Todo era perfecto la temperatura alcanzaba unos 28° c, agradable a los turistas y locales que recorrían las calles inundadas de una mezcla de olores a gastronomía afrodescendiente. En las fondas abundan el saus, el arroz con coco y pescado con leche de coco, así me animé a ordenar una torreja de bacalao y una chicha de saril bien fría.

Ya se escuchan entre los callejones el pujar de los diablos y sus latigazos, así como el compás de los cascabeles que usan en los pies. El tambor zumbaba acompañado de danzantes mujeres negras con polleras de colores, quienes adornan sus cabelleras con flores y marcan el ritmo con sus palmas.

Cuando observaba a los congos, pensaba: ellos personifican a los antiguos negros esclavos que huían de sus amos españoles.
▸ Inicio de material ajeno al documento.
fn record_strategy() -> impl Strategy<Value = Record> {
    let faces = proptest::collection::btree_set(1u32..=52, 0..14);
    let sizes = proptest::collection::vec(prop_oneof![Just(4u8), Just(5u8), Just(7u8)], 14);
    let floats = (
        proptest::array::uniform6(-1.0e6f32..1.0e6),
        proptest::option::of(-3.0f32..3.0),
    );
    let ints = (
        any::<u32>(),
        proptest::array::uniform7(any::<u32>()),
        any::<u32>(),
    );
    let codes = (
        0..SHELLS.len(),
        0..POINT_GROUPS.len(),
        any::<bool>(),
        any::<bool>(),
    );
    let kekule = proptest::collection::vec(any::<u8>(), 0..20);
    let nmr = proptest::collection::vec((any::<u32>(), any::<u32>()), 0..6);
    (faces, sizes, floats, ints, codes, kekule, nmr).prop_map(
        |(faces, sizes, (f, somo), (pa, hex, aut), (shell, group, chiral, ipr), kekule, nmr)| {
            Record {
                atoms: 100,
                number: None,
                ipr_number: None,
                special_faces: faces.into_iter().zip(sizes).collect(),
                ipr,
                pentagon_adjacencies: pa,
                pentagon_penalty_kj: f[0],
                hexagon_neighbours: hex,
                hexagon_strain: f[1],
                homo: f[2],
                lumo: f[3],
                gap: f[4],
                somo,
                shell: SHELLS[shell],
                pi_energy: f[5],
                kekule: BigUint::from_bytes_le(&kekule),
                automorphisms: aut,
                point_group: PointGroup::from_code(group as u8).expect("in range"),
                chiral,
                nmr,
            }
        },
    )
}

proptest! {
    #![proptest_config(ProptestConfig::with_cases(48))]

    // Every record read back equals what was written (the catalogue's round-trip contract).
    #[test]
    fn random_records_round_trip(records in proptest::collection::vec(record_strategy(), 0..200)) {
        let dir = temp_dir("proptest");
        let path = dir.join("fullerene-c100-all.cgr");
        write_file(&path, &run_info(100, false, 1, None), &records);
        let back = DataFile::open(&path).expect("open").all_records().expect("read");
        prop_assert_eq!(without_numbers(back), records);
        let _ = fs::remove_dir_all(&dir);
    }
}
Es como revivir la historia descrita en los libros… ¡Qué orgullosa me sentí de la herencia cultural de mi país!

Camino por las ruinas cargadas de historia y belleza, reflexiono sobre esta fiesta de expresiones e intercambio sociocultural.

Ya cae la tarde y debo volver a casa, pero esta vez cargada de cultura e identidad, recordando los colores e historias antiguas de dolor, lucha y victoria de la libertad de aquellos que sufrieron maltrato y que murieron por su raza. Antes de marcharme, aprecie la belleza de las playas con aguas cristalinas, arena blanca, aire puro y el sonido de las olas reventando en la orilla, junto a las sonrisas de mis familiares por este viaje emocionante.

Por favor espera...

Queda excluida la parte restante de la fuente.